Blog Post

AI - Azure AI services Blog

5 MIN READ

Generate searchable PDFs with Azure Form Recognizer

Microsoft

Oct 17, 2022

Important update: Azure Document Intelligence (formerly Form Recognizer) now supports generation of the searchable PDFs starting from 2024-11-30 API (4.0 GA). Please read: Searchable PDF - Azure Document Intelligence

PDF documents are widely used in business processes. Digitally created PDFs are very convenient to use. Text can be searched, highlighted, and annotated. Unfortunately, a lot of PDFs are created by scanning or converting images to PDFs.
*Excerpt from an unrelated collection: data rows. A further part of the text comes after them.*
/**
 * Area-weighted mean Σ A·v / Σ A of a (lat, lon) field over the cells with a present (non-NaN)
 * value and, if `mask` is given, a non-zero mask. null when no cell qualifies.
 */
export function areaWeightedMean(field: ArrayLike<number>, areas: ArrayLike<number>, mask?: ArrayLike<number | boolean>): number | null {
  let s = 0;
  let w = 0;
  for (let k = 0; k < areas.length; k++) {
    const v = field[k];
    if (v !== v || (mask && !mask[k])) continue;
    s += areas[k] * v;
    w += areas[k];
  }
  return w > 0 ? s / w : null;
}

/**
 * Area integral Σ A·v of a (lat, lon) field (e.g. mol C m-2 × m² → mol C) over the cells with a
 * present value and a non-zero mask. Missing cells contribute nothing — pair it with the covered
 * area if gaps matter. null when no cell qualifies.
 */
export function areaIntegral(field: ArrayLike<number>, areas: ArrayLike<number>, mask?: ArrayLike<number | boolean>): number | null {
  let s = 0;
  let any = false;
  for (let k = 0; k < areas.length; k++) {
    const v = field[k];
    if (v !== v || (mask && !mask[k])) continue;
    s += areas[k] * v;
    any = true;
  }
  return any ? s : null;
}
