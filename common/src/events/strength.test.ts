import { describe, expect, it } from 'vitest';
import { eventStrength } from './strength';

// Classes by peak |index| at 0.5 / 1.0 / 1.5 / 2.0: common practice for the ONI, not an official CPC category (no formal source).
describe('eventStrength() (common practice, no formal source)', () => {
  it('classes 0.5–0.9 weak, 1.0–1.4 moderate, 1.5–1.9 strong, ≥ 2.0 very strong', () => {
    expect(eventStrength(0.5)).toBe('weak');
    expect(eventStrength(0.99)).toBe('weak');
    expect(eventStrength(1.0)).toBe('moderate');
    expect(eventStrength(1.49)).toBe('moderate');
    expect(eventStrength(1.5)).toBe('strong');
    expect(eventStrength(1.99)).toBe('strong');
    expect(eventStrength(2.0)).toBe('very strong');
    expect(eventStrength(2.64)).toBe('very strong');
  });
});
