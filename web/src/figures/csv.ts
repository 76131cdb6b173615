import type { FigureKind, FigureResult } from '@upwell/common';
import { readFigureData } from '@upwell/common';

type Cell = string | number | null | undefined;

/** One CSV field, quoted when it holds a comma, quote or line break (RFC 4180). */
function field(v: Cell): string {
  if (v === null || v === undefined) return '';
  const s = String(v);
  return /[",\r\n]/.test(s) ? `"${s.replace(/"/g, '""')}"` : s;
}

/** Rows to CSV text with CRLF line ends (RFC 4180). */
export function toCsv(header: string[], rows: Cell[][]): string {
  return [header, ...rows].map((r) => r.map(field).join(',')).join('\r\n') + '\r\n';
}

/** The figure's data flattened to one table: the header and rows for its kind. */
export function figureTable(kind: FigureKind, result: Pick<FigureResult, 'data' | 'used'>): { header: string[]; rows: Cell[][] } {
  switch (kind) {
    case 'timeseries': {
      const d = readFigureData('timeseries', result);
      const phaseOf = (m: string) => d.events.find((e) => e.start <= m && m <= e.end)?.phase ?? '';
      return { header: ['month', `value (${d.units})`, 'event'], rows: d.points.map((p) => [p.month, p.value, phaseOf(p.month)]) };
    }
    case 'seasonal-cycle': {
      const d = readFigureData('seasonal-cycle', result);
      return { header: ['month', `mean (${d.units})`, 'sd', 'min', 'max', 'n'], rows: d.months.map((m) => [m.month, m.mean, m.sd, m.min, m.max, m.n]) };
    }
    case 'lag-correlation': {
      const d = readFigureData('lag-correlation', result);
      return { header: ['lag', 'r', 'n', 'n_eff', 'p', 'threshold'], rows: d.lags.map((l) => [l.lag, l.r, l.n, l.nEff, l.p, l.threshold]) };
    }
    case 'composite': {
      const d = readFigureData('composite', result);
      return {
        header: ['offset', `mean (${d.units})`, 'lower', 'upper', 'n', ...d.members.map((m) => `event peaking ${m.at}`)],
        rows: d.offsets.map((o, i) => [o, d.mean[i], d.lower[i], d.upper[i], d.n[i], ...d.members.map((m) => m.values[i])]),
      };
    }
    case 'event-table': {
      const d = readFigureData('event-table', result);
      const carbon = d.events[0]?.carbon.map((c) => `${c.name} (Pg C)`) ?? [];
      return {
        header: ['phase', 'start', 'peak', 'end', 'months', 'peak value', 'strength', ...carbon],
        rows: d.events.map((e) => [e.phase, e.start, e.peak, e.end, e.months, e.peakValue, e.strength, ...e.carbon.map((c) => c.PgC)]),
      };
    }
    case 'budget': {
      const d = readFigureData('budget', result);
      return {
        header: ['month', ...d.terms.map((t) => `${t.name} (${d.units})`), 'tendency', 'residual'],
        rows: d.months.map((m, i) => [m, ...d.terms.map((t) => t.values[i]), d.tendency[i], d.residual[i]]),
      };
    }
    case 'hovmoller': {
      const d = readFigureData('hovmoller', result);
      return { header: ['month', 'latitude', `value (${d.units})`], rows: d.cells.map((c) => [c.month, c.lat, c.value]) };
    }
    case 'scatter': {
      const d = readFigureData('scatter', result);
      return { header: ['month', `x (${d.xUnits})`, `y (${d.yUnits})`], rows: d.points.map((p) => [p.month, p.x, p.y]) };
    }
  }
}

/** The figure's data as CSV text. */
export function figureCsv(kind: FigureKind, result: Pick<FigureResult, 'data' | 'used'>): string {
  const { header, rows } = figureTable(kind, result);
  return toCsv(header, rows);
}
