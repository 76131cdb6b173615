import { createContext, useContext, type ComponentType } from 'react';
import type { z } from 'zod';
import { FIGURE_REGISTRY } from '@upwell/common';
import type { KindFieldsProps } from './form-fields';
import { KIND_FIELDS, type KindFieldsTable } from './kinds';

/** A recipe being edited in the form: the recipe's shape, with fields not yet valid. */
export type RecipeDraft = Record<string, unknown> & { kind: string };

/** What the recipe form needs of the figure kinds: their registry (schemas, labels, defaults) and their fields. */
export interface FormKinds {
  names: readonly string[];
  label(kind: string): string;
  /** A new recipe with every default written out (the schema's defaults over the kind's skeleton). */
  defaultRecipe(kind: string): RecipeDraft;
  recipeSchema: z.ZodType;
  /** The recipe schema of one kind, for reading its bounds. */
  recipeOf(kind: string): z.ZodObject;
  fields(kind: string): ComponentType<KindFieldsProps>;
}

/** Registry of a list of kinds as createFigureRegistry builds it, seen with plain string kinds. */
interface LooseRegistry {
  names: readonly string[];
  definition(kind: string): { label: string; recipe: z.ZodObject };
  defaultRecipe(kind: string): RecipeDraft;
  recipeSchema: z.ZodType;
}

/** The form's view of a registry and a fields table (the app's, or one with a toy kind in a test). */
export function formKinds(registry: unknown, fields: KindFieldsTable): FormKinds {
  const r = registry as LooseRegistry;
  return {
    names: r.names,
    label: (kind) => r.definition(kind).label,
    defaultRecipe: (kind) => r.defaultRecipe(kind),
    recipeSchema: r.recipeSchema,
    recipeOf: (kind) => r.definition(kind).recipe,
    fields: (kind) => fields[kind],
  };
}

/** The app's figure kinds for forms. */
export const APP_FORM_KINDS = formKinds(FIGURE_REGISTRY, KIND_FIELDS);

/** The kinds the recipe form in view offers. */
export const FormKindsContext = createContext<FormKinds>(APP_FORM_KINDS);

/** The kinds of the form in view. */
export const useFormKinds = () => useContext(FormKindsContext);

/** A draft for an existing recipe: its values over the kind's defaults (older recipes may lack fields). */
export function draftFromRecipe(kinds: FormKinds, recipe: Record<string, unknown> | null): RecipeDraft {
  const kind = typeof recipe?.kind === 'string' && kinds.names.includes(recipe.kind) ? recipe.kind : kinds.names[0];
  const base = kinds.defaultRecipe(kind);
  if (!recipe || recipe.kind !== kind) return base;
  const out: RecipeDraft = { ...base, ...recipe, kind };
  if (base.anomaly && recipe.anomaly) out.anomaly = { ...(base.anomaly as object), ...(recipe.anomaly as object) };
  return out;
}

/** Switches kind, keeping what carries over (bound series, index, anomaly options, event rule). */
export function changeKind(kinds: FormKinds, draft: RecipeDraft, kind: string): RecipeDraft {
  const next = kinds.defaultRecipe(kind);
  for (const key of ['series', 'index', 'anomaly', 'events', 'base', 'show'] as const) {
    if (key in next && draft[key] !== undefined) next[key] = draft[key];
  }
  // A seasonal cycle or Hovmöller base period comes from the anomaly's, and back.
  if ('base' in next && !('base' in draft) && draft.anomaly) next.base = (draft.anomaly as { base: unknown }).base;
  if ('tendency' in next && (draft.series as { seriesId?: string })?.seriesId) next.tendency = draft.series;
  return next;
}
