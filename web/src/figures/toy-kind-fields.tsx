/** The toy kind's form fields (common/test-fixtures/toy-kind): what a new kind adds on the web. */
import { Binding, NumberField, type KindFieldsProps } from './form-fields';

export function RecentMeanFields({ series }: KindFieldsProps) {
  return (
    <>
      <Binding path="series" label="Series" series={series} />
      <NumberField path="months" label="Last months" />
    </>
  );
}
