function EventFields({ f }: { f: FormApi }) {
  const from = getAt(f.draft, ['events', 'from']);
  const id = useId();
  return (
    <Group legend="Events" error={f.exactError(['events'])}>
      <div className="upwell-field">
        <label htmlFor={id}>Which events</label>
        <select
          id={id}
          value={String(from)}
          onChange={(e) => f.set(['events'], e.target.value === 'rule' ? { from: 'rule', threshold: 0.5, minDuration: 5, smooth: 3 } : { from: 'event-set', eventSetId: '' })}
        >
          <option value="rule">Detected from the index by a rule</option>
          <option value="event-set">A saved event set</option>
        </select>
      </div>
      {from === 'rule' ? (
        <Flex gap="3" wrap="wrap">
          <NumberField f={f} path={['events', 'threshold']} label="Threshold (index units)" step={0.1} min={0} max={10} />
          <NumberField f={f} path={['events', 'minDuration']} label="Minimum duration (months)" min={1} max={60} />
          <NumberField f={f} path={['events', 'smooth']} label="Smoothing (odd number of months)" step={2} min={1} max={61} />
          <NumberField f={f} path={['events', 'roundTo']} label="Round index to (decimals)" min={0} max={6} optional />
        </Flex>
      ) : (
        <NamedChoiceField f={f} path={['events', 'eventSetId']} label="Event set" options={useEventSetChoices()} empty="No event set saved yet: detect and save one under “Event sets”." />
      )}
    </Group>
  );
}

function BudgetTerms({ f }: { f: FormApi }) {
  const terms = (getAt(f.draft, ['terms']) as { name: string; series: BindingDraft }[]) ?? [];
  const listId = useId();
  return (
    <Group legend="Budget terms (summed and compared with the tendency)" error={f.exactError(['terms'])}>
      <datalist id={listId}>
        {Object.keys(BUDGET_COLOURS)
          .filter((n) => n !== 'tendency' && n !== 'residual')
          .map((n) => (
            <option key={n} value={n} />
          ))}
      </datalist>
      {terms.map((t, i) => (
        <div key={i} className="upwell-budget-term">
          <span className="upwell-swatch" style={{ background: budgetColour(t.name) }} aria-hidden />
          <div className="upwell-field">
            <label htmlFor={`${listId}-${i}`}>Term {i + 1} name</label>
            <input id={`${listId}-${i}`} list={listId} value={t.name} onChange={(e) => f.set(['terms', i, 'name'], e.target.value)} aria-invalid={!!f.error(['terms', i, 'name']) || undefined} />
            <FieldError id={`${listId}-${i}-e`} message={f.error(['terms', i, 'name'])} />
          </div>
          <Binding f={f} path={['terms', i, 'series']} label={`Term ${i + 1} series`} />
          <Button type="button" size="1" variant="ghost" color="gray" aria-label={`Remove term ${i + 1}`} onClick={() => f.set(['terms'], terms.filter((_, j) => j !== i))}>
            Remove
          </Button>
        </div>
      ))}
      {terms.length < FIGURE_LIMITS.maxBoundSeries && (
        <Button type="button" size="1" variant="soft" onClick={() => f.set(['terms'], [...terms, { name: '', series: { seriesId: '', version: 'latest' } }])}>
          Add a budget term
        </Button>
      )}
    </Group>
  );
}
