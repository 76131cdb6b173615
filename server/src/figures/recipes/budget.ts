/**
 * Budget recipe: the tendency against the sum of its terms, month by month (engine `budget`),
 * with every term converted to the tendency's unit (engine `unitFactor`; a term whose unit cannot
 * be converted is a 400 naming both units).
 *
 * data: BudgetData (common/src/figure-kinds/budget) — `months` [{ month, tendency, sumOfTerms, residual }] for lines, `terms`
 * [{ month, term, value }] for a stacked area or bars, `termNames`, `rmsResidual`, `relativeResidual`.
 *
 * numbers:
 * - `relativeResidual` — rms(residual)/rms(tendency) over the months where the residual exists
 * - `rmsResidual` — tendency units
 * - `meanResidual` — mean residual, tendency units
 */
import { AnalysisInputError, budget, budgetMethods, mean, parseMonth, unitFactor, type MonthlySeries } from '@upwell/common';
import { seriesAt } from '../series-input';
import { bindingAt, monthRecords, type FigureRecipeHandler } from './recipe';

/** The factor from one unit to another; identical spellings (also empty ones) need no parsing. */
function factor(from: string, to: string): number {
  return from.trim() === to.trim() ? 1 : unitFactor(from, to);
}

/** The budget recipe. */
export const budgetRecipe: FigureRecipeHandler<'budget'> = {
  kind: 'budget',
  bindings: (r) => [bindingAt('tendency', r.tendency), ...r.terms.map((t, i) => bindingAt(`terms.${i}.series`, t.series))],
  compute(r, inputs) {
    const tendency = seriesAt(inputs, 'tendency');
    const terms = r.terms.map((t, i) => ({ name: t.name, s: seriesAt(inputs, `terms.${i}.series`) }));
    const names = terms.map((t) => t.name);
    const twice = names.find((n, i) => names.indexOf(n) !== i);
    // Terms are keyed by name: a second term of the same name would silently replace the first.
    if (twice !== undefined) throw new AnalysisInputError(`two budget terms are named "${twice}"`);
    const termSeries: Record<string, MonthlySeries> = {};
    const converted: string[] = [];
    for (const { name, s } of terms) {
      const f = factor(s.units, tendency.units);
      if (f !== 1) converted.push(`${s.name} from ${s.units}`);
      termSeries[name] = { start: s.start, values: f === 1 ? s.values : s.values.map((v) => (v === null ? null : v * f)) };
    }
    const b = budget({ tendency: { start: tendency.start, values: tendency.values }, terms: termSeries });
    const first = parseMonth(tendency.start);
    const months = monthRecords(tendency.start, tendency.values).map((m, i) => ({
      month: m.month,
      tendency: m.value,
      sumOfTerms: b.sumOfTerms.values[i],
      residual: b.residual.values[i],
    }));
    const stacked = terms.flatMap(({ name }) => {
      const t = termSeries[name];
      const offset = parseMonth(t.start) - first;
      return months.map((m, i) => ({ month: m.month, term: name, value: t.values[i - offset] ?? null }));
    });
    return {
      data: { units: tendency.units, termNames: names, months, terms: stacked, rmsResidual: b.rmsResidual, relativeResidual: b.relativeResidual },
      numbers: [
        { key: 'relativeResidual', label: 'Relative budget residual, rms(residual)/rms(tendency)', value: b.relativeResidual, units: '' },
        { key: 'rmsResidual', label: 'Root-mean-square budget residual', value: b.rmsResidual, units: tendency.units },
        { key: 'meanResidual', label: 'Mean budget residual', value: mean(b.residual.values), units: tendency.units },
      ],
      methods: budgetMethods(tendency, terms.map((t) => ({ name: t.name, series: t.s })), converted),
      cautions: [],
      warnings: [],
    };
  },
};
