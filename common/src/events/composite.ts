import { AnalysisInputError } from '../series/analysis-input-error';
import { parseMonth } from '../series/month';
import { toFloat64 } from '../series/to-float64';
import { toNullable } from '../series/to-nullable';
import type { MonthlySeries } from '../series/types';
import { studentTQuantile } from '../stats/student-t';

/** Body of POST /api/analysis/composite: a series, the event months, and the window around them. */
export interface CompositeInput {
  series: MonthlySeries;
  events: { at: string }[];
  before: number;
  after: number;
  confidence?: number;
}

/** Composite (superposed epoch) of the series around the events, per offset in months. */
export interface CompositeOutput {
  offsets: number[];
  mean: (number | null)[];
  lower: (number | null)[];
  upper: (number | null)[];
  n: number[];
  members: (number | null)[][];
}

/**
 * Superposed-epoch composite: for each event month and offset −before..+after, the series value
 * there (null outside the series or missing); per offset the mean over present members, their
 * count n, and the interval mean ± t((1+confidence)/2, n−1)·s/√n with s the sample sd (n − 1) —
 * null where n < 2. Event months must be strictly increasing (sorted, no duplicates): anything else
 * is an AnalysisInputError, since a duplicate would silently weigh one event twice.
 */
export function composite(req: CompositeInput): CompositeOutput {
  const conf = req.confidence ?? 0.95;
  const start = parseMonth(req.series.start);
  const x = toFloat64(req.series.values);
  const at = req.events.map((e) => parseMonth(e.at));
  for (let i = 1; i < at.length; i++) {
    if (at[i] <= at[i - 1]) {
      throw new AnalysisInputError(
        `event dates must be strictly increasing: ${req.events[i].at} follows ${req.events[i - 1].at}${at[i] === at[i - 1] ? ' (duplicate)' : ''}`,
      );
    }
  }
  const width = req.before + req.after + 1;
  const offsets = Array.from({ length: width }, (_, j) => j - req.before);
  const members = at.map((a) => {
    const row = new Float64Array(width);
    for (let j = 0; j < width; j++) {
      const i = a + offsets[j] - start;
      row[j] = i >= 0 && i < x.length ? x[i] : NaN;
    }
    return row;
  });
  const mean = new Float64Array(width).fill(NaN);
  const lower = new Float64Array(width).fill(NaN);
  const upper = new Float64Array(width).fill(NaN);
  const n = new Array<number>(width).fill(0);
  for (let j = 0; j < width; j++) {
    // Welford (1962) over the members present at this offset.
    let m = 0;
    let m2 = 0;
    let k = 0;
    for (const row of members) {
      const v = row[j];
      if (v !== v) continue;
      const d = v - m;
      m += d / ++k;
      m2 += d * (v - m);
    }
    n[j] = k;
    if (k === 0) continue;
    mean[j] = m;
    if (k < 2) continue;
    const half = (studentTQuantile((1 + conf) / 2, k - 1) * Math.sqrt(m2 / (k - 1))) / Math.sqrt(k);
    lower[j] = m - half;
    upper[j] = m + half;
  }
  return { offsets, mean: toNullable(mean), lower: toNullable(lower), upper: toNullable(upper), n, members: members.map(toNullable) };
}
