import { Theme } from '@radix-ui/themes';
import { fireEvent, render, screen, within } from '@testing-library/react';
import { describe, expect, it } from 'vitest';
import type { SnapshotComparison } from '@upwell/common';
import { used } from '../../figures/test-data';
import { diffParagraphs, formatChange } from './compare-format';
import { CompareView } from './CompareView';

const comparison: SnapshotComparison = {
  from: { kind: 'snapshot', id: 's1', number: 1, title: 'Draft for co-authors', publishedAt: '2026-11-20T10:00:00Z' },
  to: { kind: 'snapshot', id: 's2', number: 2, title: 'Sent to reviewers', publishedAt: '2026-12-01T18:40:00Z' },
  text: [
    { op: 'equal', text: 'Outgassing during the warm events\n\nThe flux answers the index ' },
    { op: 'delete', text: 'three' },
    { op: 'insert', text: 'seven' },
    { op: 'equal', text: ' months later.\n\nMethods follow Bretherton et al. 1999.' },
    { op: 'insert', text: '\n\nA new closing paragraph.' },
  ],
  figures: [
    {
      figureId: 'f1',
      ordinalBefore: 1,
      ordinalAfter: 1,
      status: 'changed',
      captionBefore: 'Lagged correlation.',
      captionAfter: 'Lagged correlation of flux on the index.',
      recipeChanged: false,
      seriesBefore: [used({ name: 'Air–sea flux', version: 1 })],
      seriesAfter: [used({ name: 'Air–sea flux', version: 2 })],
      values: [{ key: 'strongest.lag', label: 'lag of strongest correlation', units: 'months', before: 3, after: 7 }],
    },
    {
      figureId: 'f2',
      ordinalBefore: null,
      ordinalAfter: 2,
      status: 'added',
      captionBefore: null,
      captionAfter: 'Event table.',
      recipeChanged: false,
      seriesBefore: [],
      seriesAfter: [used()],
      values: [],
    },
  ],
  numbers: [
    { ordinalBefore: 1, ordinalAfter: 1, key: 'strongest.lag', status: 'changed', textBefore: '3 months', textAfter: '7 months', before: 3, after: 7, units: 'months' },
    { ordinalBefore: 2, ordinalAfter: null, key: 'strongest.r', status: 'removed', textBefore: '−0.62', textAfter: null, before: -0.62, after: null, units: '' },
  ],
};

const renderView = () =>
  render(
    <Theme>
      <CompareView comparison={comparison} />
    </Theme>,
  );

describe('CompareView', () => {
  it('marks inserted and deleted words by underline and strike-through, and names them for screen readers', () => {
    renderView();
    const diff = screen.getByLabelText('Text changes');
    const ins = [...diff.querySelectorAll('ins')].map((e) => e.textContent);
    const del = [...diff.querySelectorAll('del')].map((e) => e.textContent);
    // <ins>/<del> carry the meaning in HTML (WHATWG HTML §4.7 edits); the hidden labels say it aloud.
    expect(ins).toEqual(['[inserted: seven]', '[inserted: A new closing paragraph.]']);
    expect(del).toEqual(['[deleted: three]']);
    expect(diff.querySelectorAll('p')).toHaveLength(4);
    expect(screen.getByText(/words inserted/).textContent).toContain('5 words inserted, 1 word deleted');
    // Only the changed paragraphs, on request.
    fireEvent.click(screen.getByLabelText('Only paragraphs with changes'));
    expect([...diff.querySelectorAll('p')].map((p) => p.textContent)).toEqual([
      'The flux answers the index [deleted: three][inserted: seven] months later.',
      '[inserted: A new closing paragraph.]',
    ]);
  });

  it('shows each figure and live number before and after, with the change in words and numbers', () => {
    renderView();
    const f1 = screen.getByRole('group', { name: 'Figure 1' });
    expect(f1.textContent).toContain('Changed');
    expect(f1.textContent).toContain('Air–sea flux v1 → Air–sea flux v2');
    const values = within(f1).getByRole('table', { name: 'Values of Figure 1' });
    const row = within(values).getByRole('row', { name: /lag of strongest correlation/ });
    expect([...row.querySelectorAll('td')].map((td) => td.textContent)).toEqual(['3\u00a0months', '7\u00a0months', '+4\u00a0months']);
    expect(screen.getByRole('group', { name: 'Figure 2 (new)' }).textContent).toContain('Added');

    const numbers = screen.getByRole('table', { name: 'Live numbers before and after' });
    const lag = within(numbers).getByRole('row', { name: /Number 1/ });
    expect([...lag.querySelectorAll('td')].map((td) => td.textContent)).toEqual(['3 months', '7 months', '+4\u00a0months', 'Changed']);
    const r = within(numbers).getByRole('row', { name: /Number 2 \(removed\)/ });
    expect([...r.querySelectorAll('td')].map((td) => td.textContent)).toEqual(['−0.62', '—', '—', 'Removed']);
    expect(screen.getByText(/From/).textContent).toContain('Snapshot v1 — Draft for co-authors');
  });
});

describe('compare-format', () => {
  it('signs a change with a true minus sign (U+2212, as typeset) and says "no change" for equal values', () => {
    expect(formatChange(0.5, 0.38, 'Pg C')).toBe('\u22120.12\u00a0Pg C');
    expect(formatChange(1, 1)).toBe('no change');
    expect(formatChange(null, 2)).toBe('—');
  });

  it('splits the diff into paragraphs at the "\\n\\n" block separators of the contract', () => {
    expect(diffParagraphs([{ op: 'equal', text: 'a\n\nb ' }, { op: 'insert', text: 'c' }])).toEqual([[{ op: 'equal', text: 'a' }], [{ op: 'equal', text: 'b ' }, { op: 'insert', text: 'c' }]]);
  });
});
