/**
 * Timeseries recipe: a series (raw or anomalies) with its linear trend, and warm/cold events of an
 * index (the series itself when no index is bound) shaded behind it.
 *
 * data: TimeseriesData (common/src/figure-kinds/timeseries) — `points` [{ month, value }], `events` [{ phase, start, peak, end, months,
 * peakValue, strength, label }], `trend` { perDecade, perDecadeStdErr, r2, n } of the values shown.
 *
 * numbers:
 * - `trend.perDecade` — OLS slope of the shown values, series units per decade
 * - `events.warm.count`, `events.cold.count` — number of warm / cold events
 */
import { timeseriesMethods, trend } from '@upwell/common';
import { seriesAnomaly } from '../figure-anomaly';
import { resolveEvents } from '../figure-events';
import { seriesAt } from '../series-input';
import { bindingAt, monthRecords, type FigureRecipeHandler } from './recipe';

/** The timeseries recipe. */
export const timeseriesRecipe: FigureRecipeHandler<'timeseries'> = {
  kind: 'timeseries',
  bindings: (r) => [bindingAt('series', r.series), ...(r.index ? [bindingAt('index', r.index)] : [])],
  compute(r, inputs) {
    const series = seriesAt(inputs, 'series');
    const index = r.index ? seriesAt(inputs, 'index') : series;
    const warnings: string[] = [];
    let shown = { start: series.start, values: series.values };
    if (r.show === 'anomaly') {
      const a = seriesAnomaly(series, r.anomaly);
      warnings.push(...a.warnings);
      shown = a;
    }
    const ev = resolveEvents(r.events, index, r.anomaly, inputs.eventSet);
    warnings.push(...ev.warnings.filter((w) => !warnings.includes(w)));
    const t = trend({ series: shown, per: 'decade' });
    const units = r.show === 'anomaly' && r.anomaly.standardize ? 'standard deviations' : series.units;
    const count = (phase: string) => ev.events.filter((e) => e.phase === phase).length;
    const used = index === series ? [series] : [series, index];
    return {
      data: {
        units,
        show: r.show,
        points: monthRecords(shown.start, shown.values),
        events: ev.events,
        trend: {
          perDecade: t.slope,
          perDecadeStdErr: t.slopeStdErr,
          r2: t.r2,
          n: t.n,
          perDecadeStdErrAdjusted: t.slopeStdErrAdjusted,
          nEffResiduals: t.nEffResiduals,
          pAdjusted: t.pAdjusted,
        },
      },
      numbers: [
        { key: 'trend.perDecade', label: `Linear trend of ${series.name}${r.show === 'anomaly' ? ' anomaly' : ''}`, value: t.slope, units: `${units}/decade` },
        { key: 'trend.perDecadeStdErr', label: 'Standard error of the trend (OLS, months independent)', value: t.slopeStdErr, units: `${units}/decade` },
        { key: 'trend.perDecadeStdErrAdjusted', label: 'Standard error of the trend (AR(1)-adjusted, Santer et al. 2000)', value: t.slopeStdErrAdjusted, units: `${units}/decade` },
        { key: 'trend.pAdjusted', label: 'p-value of the trend (two-sided, AR(1)-adjusted, Santer et al. 2000)', value: t.pAdjusted, units: '' },
        { key: 'events.warm.count', label: 'Number of warm events', value: count('warm'), units: 'events' },
        { key: 'events.cold.count', label: 'Number of cold events', value: count('cold'), units: 'events' },
      ],
      methods: timeseriesMethods(r, series, ev.clause, used),
      cautions: [],
      warnings,
    };
  },
};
There is no digital text in these PDFs, so they cannot be searched. In this blog post, we demonstrate how to convert such PDFs into searchable PDFs with a simple and easy to use code and Azure Form Recognizer. The code will generate a searchable PDF file that will allow you to store the document anywhere, search within the document and copy and paste. Blog content:

Azure Form Recognizer overview
Searchable vs non-searchable PDFs
How to generate a searchable PDF
Pre-requirement installation
How to run searchable PDF script
Searchable PDF Python script

Azure Form Recognizer overview

Azure Form Recognizer is a cloud-based Azure Applied AI Service that uses deep machine-learning models to extract text, key-value pairs, tables, and form fields from your documents. In this blog post we will use text extracted by Form Recognizer to add it into PDF to make it searchable.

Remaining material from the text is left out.